The Most Audacious Parts Are Its Digressions

by John Hertz: (luckily reprinted from Vanamonde 1313)

When Newton saw an apple fall, he found
In that slight startle from his contemplation –
’Tis said (for I’ll not answer above ground
For any sage’s creed or calculation) –
A mode of proving that the Earth turned round
In a most natural whirl, called gravitation;
And this is the sole mortal who could grapple,
Since Adam, with a fall or with an apple.

Man fell with apples, and with apples rose,
If this be true; for we must deem the mode
In which Sir Isaac Newton could disclose
Through the then unpaved stars the turnpike road,
A thing to counterbalance human woes.
For ever since immortal man hath glowed
With all kinds of mechanics, and full soon
Steam engines will conduct him to the Moon.

Byron, Don Juan Canto X, stanzas 1-2 (1823)
Steffan & Pratt eds. 1982, Wolfson & Manning rev. 2004, p. 375

I’m a philosopher; confound them all!
Bills, beasts, and men, and – no! not womankind!
With one good hearty curse I vent my gall,
And then my stoicism leaves nought behind
Which it can either pain or evil call,
And I can give my whole soul up to mind;
Though what is soul or mind, their birth or growth,
Is more than I know – the deuce take them both.

Canto VI, st. 22; p. 269

Byron (1788-1824) died with Canto XVII incomplete; he had said he meant to write fifty, or a hundred; the 14-stanza fragment of Canto XVII, all we have, was found and published in 1903 (W&M p. viii).

Shelley (1792-1822) praising what he’d seen said “Nothing like it has been written in English” (W&M p. ix); Keats (1795-1821) hated the swing between satire and sentiment (p. xx); Scott (1771-1832) said DJ “sounded every string of the divine harp, from its slightest to its most powerful and heart-astounding tones” (Edinburgh Weekly Journal 19 May 1824, quot. E. Coleridge [grandson of S. Coleridge 1772-1834] ed., Wks. of Byron v. 6 p. xix, 1903).

Swinburne (1837-1909), “neither a disciple nor encomiast of Byron [said] ‘Life undulates and Death palpitates in the splendid verse….  This gift of life and variety is the supreme quality of Byron’s chief poem’” (E. Coleridge id.).
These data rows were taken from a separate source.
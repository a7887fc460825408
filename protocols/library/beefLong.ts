import type { ProtocolBody } from '../types';
import {
  days,
  deviceIn,
  deviceOut,
  gnrh,
  heatBy,
  hours,
  inHeat,
  notInHeat,
  paddock,
  patchOn,
  patchRead,
  pg,
  protocol,
  service,
  source,
  yarding,
} from './parts';
import { kstate, taskForce, thomas, westcentral } from './sources';

/** Device for fourteen days, prostaglandin sixteen days after it comes out: heifers. */
export const fourteenDayHeifers: ProtocolBody = protocol({
  name: '14-day device then prostaglandin, beef heifers, 66 h',
  summary:
    'Device for 14 days, prostaglandin 16 days after removal, AI with GnRH 66 h later. Four yardings over 33 days.',
  family: 'presynchronised',
  classes: ['heifer'],
  biology: 'taurus',
  visits: [
    yarding('in', 'Devices in'),
    yarding('out', 'Devices out'),
    yarding('pg', 'Prostaglandin'),
    yarding('ai', 'AI'),
  ],
  steps: [
    deviceIn('in', { sourceLabel: 'Day 0' }),
    deviceOut('out', { sourceLabel: 'Day 14' }),
    pg('pg', 'pg', 25, { sourceLabel: 'Day 30' }),
    patchOn('pg'),
    service('service', 'ai'),
    gnrh('gnrh', 'ai', 100),
  ],
  gaps: [
    days('deviceIn', 'deviceOut', 14, { source: 'thomas', mark: 'read' }),
    days('deviceOut', 'pg', 16, { source: 'thomas', mark: 'read' }),
    hours('pg', 'service', 64, 66, 68, {
      source: 'thomas',
      mark: 'memory',
      note: '66 h is read; the 2 h either side are from memory.',
    }),
  ],
  timingAnchor: 'pg',
  serviceStep: 'service',
  sources: [thomas, taskForce],
  notes: [
    'The heat straight after the device is not used.',
    'A head-to-head trial served at 72 h (Kasimanickam et al. 2015, Theriogenology 83:1226; read).',
  ],
});

/** Those in heat by 66 h are served then without GnRH, the rest a day later. */
export const fourteenDaySplit: ProtocolBody = protocol({
  ...fourteenDayHeifers,
  name: '14-day device then prostaglandin, beef heifers, split time',
  summary:
    'As the 14-day program; heifers in heat by 66 h are served then without GnRH, all others at 90 h. Nobody gets two straws.',
  observations: [heatBy('heat66', 'In heat by 66 h')],
  visits: [
    yarding('in', 'Devices in'),
    yarding('out', 'Devices out'),
    yarding('pg', 'Prostaglandin'),
    yarding('ai1', 'First AI'),
    yarding('ai2', 'Second AI'),
  ],
  steps: [
    deviceIn('in', { sourceLabel: 'Day 0' }),
    deviceOut('out', { sourceLabel: 'Day 14' }),
    pg('pg', 'pg', 25, { sourceLabel: 'Day 30' }),
    patchOn('pg'),
    patchRead('ai1', 'heat66'),
    service('service1', 'ai1', { when: inHeat('heat66') }),
    service('service2', 'ai2', { when: notInHeat('heat66') }),
    gnrh('gnrh', 'ai2', 100, { when: notInHeat('heat66') }),
  ],
  gaps: [
    days('deviceIn', 'deviceOut', 14, { source: 'thomas', mark: 'read' }),
    days('deviceOut', 'pg', 16, { source: 'thomas', mark: 'read' }),
    hours('pg', 'patchRead', 64, 66, 68, {
      source: 'thomas',
      mark: 'memory',
      note: '66 h is read; the 2 h either side are from memory.',
    }),
    hours('pg', 'service2', 88, 90, 92, {
      source: 'thomas',
      mark: 'memory',
      note: '90 h is read; the 2 h either side are from memory.',
    }),
  ],
  serviceStep: 'service1',
  sources: [thomas],
  notes: ['GnRH at 90 h was optional in the trial.'],
});

/** Split time after seven days with a device: cows. */
export const splitTimeCows: ProtocolBody = protocol({
  name: '7-day device, beef cows, split time 65 and 84 h',
  summary:
    'As the 7-day program; cows in heat by 65 h are served then, the others get GnRH then and are served at 84 h.',
  family: 'gnrhDevice',
  classes: ['cow', 'firstCalver'],
  biology: 'taurus',
  observations: [heatBy('heat65', 'In heat by 65 h')],
  visits: [
    yarding('in', 'Devices in'),
    yarding('out', 'Devices out'),
    yarding('ai1', 'First AI'),
    yarding('ai2', 'Second AI'),
  ],
  steps: [
    deviceIn('in', { sourceLabel: 'Day 0' }),
    gnrh('gnrh1', 'in', 100),
    deviceOut('out', { sourceLabel: 'Day 7' }),
    pg('pg', 'out', 25),
    patchOn('out'),
    patchRead('ai1', 'heat65'),
    service('service1', 'ai1', { when: inHeat('heat65') }),
    gnrh('gnrh2', 'ai1', 100, { when: notInHeat('heat65') }),
    service('service2', 'ai2', { when: notInHeat('heat65') }),
  ],
  gaps: [
    days('deviceIn', 'deviceOut', 7, { source: 'kstate', mark: 'read' }),
    hours('deviceOut', 'patchRead', 64, 65, 66, {
      source: 'kstate',
      mark: 'read',
      note: '65 h is read; the hour either side is the vet’s.',
    }),
    hours('deviceOut', 'service2', 83, 84, 85, {
      source: 'kstate',
      mark: 'read',
      note: '84 h is read; the hour either side is the vet’s.',
    }),
  ],
  timingAnchor: 'deviceOut',
  serviceStep: 'service1',
  sources: [kstate],
  notes: ['Other splits were tested: 60 and 75 h, 55 and 75 h. GnRH helps only cows not yet in heat (read).'],
});

/** Progestagen in the feed for fourteen days, prostaglandin nineteen days after the last feeding. */
export const progestagenFeedHeifers: ProtocolBody = protocol({
  name: 'Progestagen feed then prostaglandin, beef heifers, 72 h',
  summary:
    'Melengestrol acetate in the feed for 14 days, prostaglandin 19 days after the last feeding, AI with GnRH 72 h later. Two yardings over 36 days.',
  family: 'progestagenFeed',
  classes: ['heifer'],
  biology: 'taurus',
  visits: [paddock('feed', 'Feed'), yarding('pg', 'Prostaglandin'), yarding('ai', 'AI')],
  steps: [
    {
      id: 'feed',
      kind: 'progestagenFeed',
      level: 'group',
      visit: 'feed',
      items: [{ active: 'melengestrolAcetate', amount: 0.5, unit: 'mg', per: 'head', route: 'oral' }],
      repeat: { every: { days: 1 }, count: 14 },
      sourceLabel: 'Day 1 to 14',
    },
    pg('pg', 'pg', 25, { sourceLabel: 'Day 33' }),
    service('service', 'ai'),
    gnrh('gnrh', 'ai', 100),
  ],
  gaps: [
    {
      ...days(
        'feed',
        'pg',
        32,
        {
          source: 'unl27',
          mark: 'derived',
          note: '14 feedings are 13 days from first to last; 19 more make 32. The sheets call the first feeding Day 1, and so this Day 33.',
        },
        120,
      ),
    },
    hours('pg', 'service', 70, 72, 74, { source: 'brtf', mark: 'memory' }),
  ],
  timingAnchor: 'pg',
  serviceStep: 'service',
  sources: [
    westcentral,
    source('mfa', 'Estrus synchronization program for heifers (feed bulletin)', 'MFA Incorporated', 'read', {
      note: 'Count back 34 days from the start of breeding to the first feeding.',
    }),
    taskForce,
  ],
  notes: [
    'The heat straight after feeding is of low fertility and not used (University of Illinois Extension; read).',
    'Not for adult cows (University of Missouri Extension; read).',
  ],
});

/** Two prostaglandins, and two services of every animal: a true double service. */
export const twoProstaglandins: ProtocolBody = protocol({
  name: 'Two prostaglandins, heifers, AI at 72 and 96 h',
  summary: 'Two doses of prostaglandin 11 days apart, every heifer served at 72 and again at 96 h. Four yardings.',
  family: 'prostaglandin',
  classes: ['heifer', 'dairyHeifer'],
  biology: 'taurus',
  visits: [
    yarding('pg1', 'First prostaglandin'),
    yarding('pg2', 'Second prostaglandin'),
    yarding('ai1', 'First AI'),
    yarding('ai2', 'Second AI'),
  ],
  steps: [
    { ...pg('pg1', 'pg1'), items: [{ active: 'cloprostenol', amount: 500, unit: 'ug', per: 'head', route: 'im' }] },
    { ...pg('pg2', 'pg2'), items: [{ active: 'cloprostenol', amount: 500, unit: 'ug', per: 'head', route: 'im' }] },
    service('service1', 'ai1'),
    service('service2', 'ai2'),
  ],
  gaps: [
    {
      ...days('pg1', 'pg2', 11, { source: 'maiden', mark: 'read' }),
      most: 14,
      note: '11 to 14 days are used; 14 gave better conception than 11 (Murugavel et al.; read).',
    },
    hours('pg2', 'service1', 71, 72, 73, {
      source: 'maiden',
      mark: 'read',
      note: '72 h is read; the hour either side is the vet’s.',
    }),
    hours('pg2', 'service2', 95, 96, 97, {
      source: 'maiden',
      mark: 'read',
      note: '96 h is read; the hour either side is the vet’s.',
    }),
  ],
  timingAnchor: 'pg2',
  serviceStep: 'service1',
  sources: [
    source(
      'maiden',
      'Two cloprostenol injections 11 days apart, AI at 72 and 96 h, maiden heifers',
      'abstract, scilit.com',
      'read',
      {
        url: 'https://scilit.com/publications/a608769d03ed923a33cddf5c40093038',
        note: '39 % pregnant.',
      },
    ),
  ],
  notes: ['Prostaglandin works on days 5 to 17 of the cycle only.'],
});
Virginia Woolf (1882-1941) applauded “the springy random haphazard galloping nature of its method….  like all free and easy things, only the skilled and mature really bring them off successfully,” (A Writer’s Diary pp. 3-4 (L. Woolf ed. 1954, quot. W&M p. xxiv).

“Like most major satire, Don Juan had its origin in indignation….   danger of the modern reader’s … failing to notice the passages which struck most contemporary readers as politically shocking….

“The most audacious parts of the poem are its digressions….  a poem unfinished and unfinishable….

“The skill of the rhyming contributes…. to jerk together the most incongruous concepts … cosmogony and mahogany…. oddest he / modesty….  violent enjambments….  No word … is too familiar or commonplace to be used….

“Several of his friends assure us that the style of Don Juan is an echo of Byron’s conversation….  Don Juan is almost as full of human beings as the Canterbury Tales [Chaucer, 1387],” I. Jack, English Literature 1815-1832 pp. 67-69 (1963).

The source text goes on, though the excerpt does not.